Полицмейстер Иван Судаков стоял достаточно далеко от императрицы, как бы растворившись в городской толпе, но по долгу службы все слышал, вернее, обо всем говорившемся особым образом по губам бдительно читал. Поэтому ждать распоряжения от губернатора об однодворце Фефилове не стал; Ради быстроты исполнения он тотчас велел своим людям резво скакать за Ефимом в Троицкую слободу, а если того дома не окажется, лететь в губернскую канцелярию, к стряпчему Герасиму Грязнову, который их пиита первый друг и может точно указать, где того сыскать на данный момент. При том он сообразительно указал гонцам, чтобы садились не абы на какую лошадь из укрытых на всякий случай за прибрежными осокорями, а брали именно кабардинцев. Они хотя и неказисты с виду, но по воронежским холмам идут азартней любых других, а загнать их почти невозможно — они по сто пятьдесят и двести верст в день без остановки славно отмахивают.
Не успела Екатерина отведать воронежский душистый каравай и красный бархатный мед, как уже комендант города и полицейские чины лично привели однодворца Фефилова, крепко держа его под руки, точно базарного вора.
Перед императрицей они сноровисто повалили Ефима на колени. Тот побледнел, но страха в его глазах не было нисколько.
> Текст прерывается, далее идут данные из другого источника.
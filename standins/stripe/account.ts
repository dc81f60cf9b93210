// One Stripe test-mode account held in memory: checkout sessions, payment intents, charges, refunds and
// the events they raise. Nothing is persisted; a restart of the stand-in starts an empty account, which
// is what a test stand-in wants. The rules here are Stripe's, so the app meets the same refusals locally.
// The `param` of a `resource_missing` error is the path parameter's name in Stripe's OpenAPI spec
// (`/v1/checkout/sessions/{session}`, `/v1/payment_intents/{intent}`, `/v1/refunds/{refund}`).
import type { BalanceBook } from './balances'
import { invalidRequest, resourceMissing, StripeApiError } from './errors'
import { MAXIMUM_CHARGE, formatAmount, minimumCharge } from './currency'
import { CUSTOMER_ACTION, type EventLog, type RequestContext } from './events'
import { testPaymentMethod, type CheckedCard } from './test-cards'
import {
  newId,
  type ChargeObject,
  type CustomerObject,
  type EventObject,
  type LineItemObject,
  type PaymentIntentObject,
  type PaymentMethodObject,
  type RefundObject,
  type SessionObject,
} from './objects'

export type { RequestContext } from './events'

export interface LineItemInput {
  name: string
  description: string | null
  currency: string
  unitAmount: number
  quantity: number
}

export interface CheckoutSessionInput {
  lineItems: LineItemInput[]
  allowedPaymentMethodTypes: string[] | null
  successUrl: string | null
  cancelUrl: string | null
  metadata: Record<string, string>
  clientReferenceId: string | null
  customerEmail: string | null
  /** A Customer the card is attached to when `setup_future_usage` is set. */
  customer: string | null
  submitType: SessionObject['submit_type']
  paymentIntentData: {
    metadata: Record<string, string>
    description: string | null
    receiptEmail: string | null
    transferGroup: string | null
    setupFutureUsage: 'on_session' | 'off_session' | null
  }
  expiresAt: number | null
}

/**
 * A PaymentIntent made and confirmed through the API, with one of Stripe's test PaymentMethods
 * (`pm_card_visa`) or a card saved to a Customer by an earlier payment (`customer` + `off_session`).
 */
export interface PaymentIntentInput {
  amount: number
  currency: string
  paymentMethod: string
  customer: string | null
  offSession: boolean
  metadata: Record<string, string>
  description: string | null
  receiptEmail: string | null
  transferGroup: string | null
}

export interface CustomerInput {
  email: string | null
  name: string | null
  description: string | null
  metadata: Record<string, string>
}

export interface RefundInput {
  paymentIntent: string | null
  charge: string | null
  amount: number | null
  metadata: Record<string, string>
  reason: RefundObject['reason']
}

export interface CustomerEntry {
  email: string
  name: string
  postalCode: string
}

export type PaymentAttempt =
  | { result: 'succeeded'; session: SessionObject; paymentIntent: PaymentIntentObject }
  | { result: 'declined'; session: SessionObject; paymentIntent: PaymentIntentObject; message: string; declineCode: string }

// Stripe lets a Checkout Session live between 30 minutes and 24 hours (Checkout docs, `expires_at`).
const SESSION_MIN_LIFETIME_S = 30 * 60
const SESSION_MAX_LIFETIME_S = 24 * 60 * 60

/** A PaymentMethod made by a payment, with the card it stands for (its outcomes included). */
interface PaymentMethodRecord {
  method: PaymentMethodObject
  card: CheckedCard
}

interface SessionRecord {
  session: SessionObject
  lineItems: LineItemObject[]
  paymentIntentData: CheckoutSessionInput['paymentIntentData']
}

// The hosted page asks for the postal code only, as Stripe's does for most card countries.
function postalAddress(customer: CustomerEntry) {
  return { city: null, country: null, line1: null, line2: null, postal_code: customer.postalCode, state: null }
}

// Who paid, as the hosted page took it down.
function billingDetails(customer: CustomerEntry) {
  return { address: postalAddress(customer), email: customer.email, name: customer.name || null, phone: null, tax_id: null }
}

// The card as charges and PaymentMethods describe it.
function cardDetails(card: CheckedCard) {
  return { brand: card.brand, country: 'US', exp_month: card.expMonth, exp_year: card.expYear, funding: card.funding, last4: card.last4 }
}

// The charge one attempt makes: captured at once when the card succeeds, `failed` with the decline otherwise.
function chargeForAttempt(
  intent: PaymentIntentObject,
  card: CheckedCard,
  customer: CustomerEntry,
  paymentMethod: string,
  created: number,
): ChargeObject {
  const outcome = card.outcome
  return {
    id: newId.charge(),
    object: 'charge',
    amount: intent.amount,
    amount_captured: outcome.result === 'succeeded' ? intent.amount : 0,
    amount_refunded: 0,
    application: null,
    application_fee: null,
    application_fee_amount: null,
    balance_transaction: outcome.result === 'succeeded' ? newId.balanceTransaction() : null,
    billing_details: billingDetails(customer),
    captured: outcome.result === 'succeeded',
    created,
    currency: intent.currency,
    customer: null,
    description: intent.description,
    disputed: false,
    failure_code: outcome.result === 'succeeded' ? null : outcome.code,
    failure_message: outcome.result === 'succeeded' ? null : outcome.message,
    livemode: false,
    metadata: { ...intent.metadata },
    outcome:
      outcome.result === 'succeeded'
        ? {
            advice_code: null,
            network_advice_code: null,
            network_decline_code: null,
            network_status: 'approved_by_network',
            reason: null,
            risk_level: 'normal',
            seller_message: 'Payment complete.',
            type: 'authorized',
          }
        : {
            advice_code: null,
            network_advice_code: null,
            network_decline_code: null,
            network_status: 'declined_by_network',
            reason: outcome.declineCode,
            risk_level: 'normal',
            seller_message: outcome.sellerMessage,
            type: 'issuer_declined',
          },
    paid: outcome.result === 'succeeded',
    payment_intent: intent.id,
    payment_method: paymentMethod,
    payment_method_details: { type: 'card', card: cardDetails(card) },
    receipt_email: intent.receipt_email,
    receipt_url: null,
    refunded: false,
    status: outcome.result === 'succeeded' ? 'succeeded' : 'failed',
    transfer_group: intent.transfer_group,
  }
}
— Поднимите моего гостя и отойдите прочь, холопы… — тихо, с чувством неловкости проговорила Екатерина.
Фефилова подкинули на ноги. Он машинально повел плечами, и все четверо доставивших его чинов попадали навзничь. Императрица засмеялась, совсем по-девичьи присев.
— Здравствуй, Ефим. Надеюсь, я своим бабьим любопытством не оторвала тебя от серьезных занятий?
Фефилов покраснел и, не найдя сил ответить, принялся отряхивать свои праздничные черные в мелкий горошек портки, заправленные в легкие хромовые сапожки. При этом раздался мелодичный перезвон. Дело в том, что по просьбе Ефима знакомый мастер из Бутурлиновки исполнил ему сапоги с колокольчиками — медными оболочками, начиненными дробью, которые вшивали в каблуки. При ходьбе или танце они щегольски звучали, точно шпоры. Ко всему сапожки были оборудованы подковками из такого особого металла, что если ими зацепить, скажем, булыжник мостовой, то они пускали из-под ног сноп пышных белых искр».
— Точно такие мы себе в армии поставили на «кирзу» перед дембелем! — восхитился Анатолий Иванович.
«Екатерина еще раз попыталась разговорить Фефилова:
— Слышала, ты не только грамотный и рачительный хозяин, но еще стихи сочиняешь?
— Безделица… Токмо стыдно за то… — отозвался он глухо, покаянно.
— И как давно ты взял в руки перо?
Ефим отчаянно вздохнул:
— Года как четыре…
— И что же подвигло тебя к сочинительству? Не чтение ли Вольтера или Петрарки?
— Простите меня, ваше величество… Недостоин я, раб, не то чтобы говорить с вами, а и стоять близко…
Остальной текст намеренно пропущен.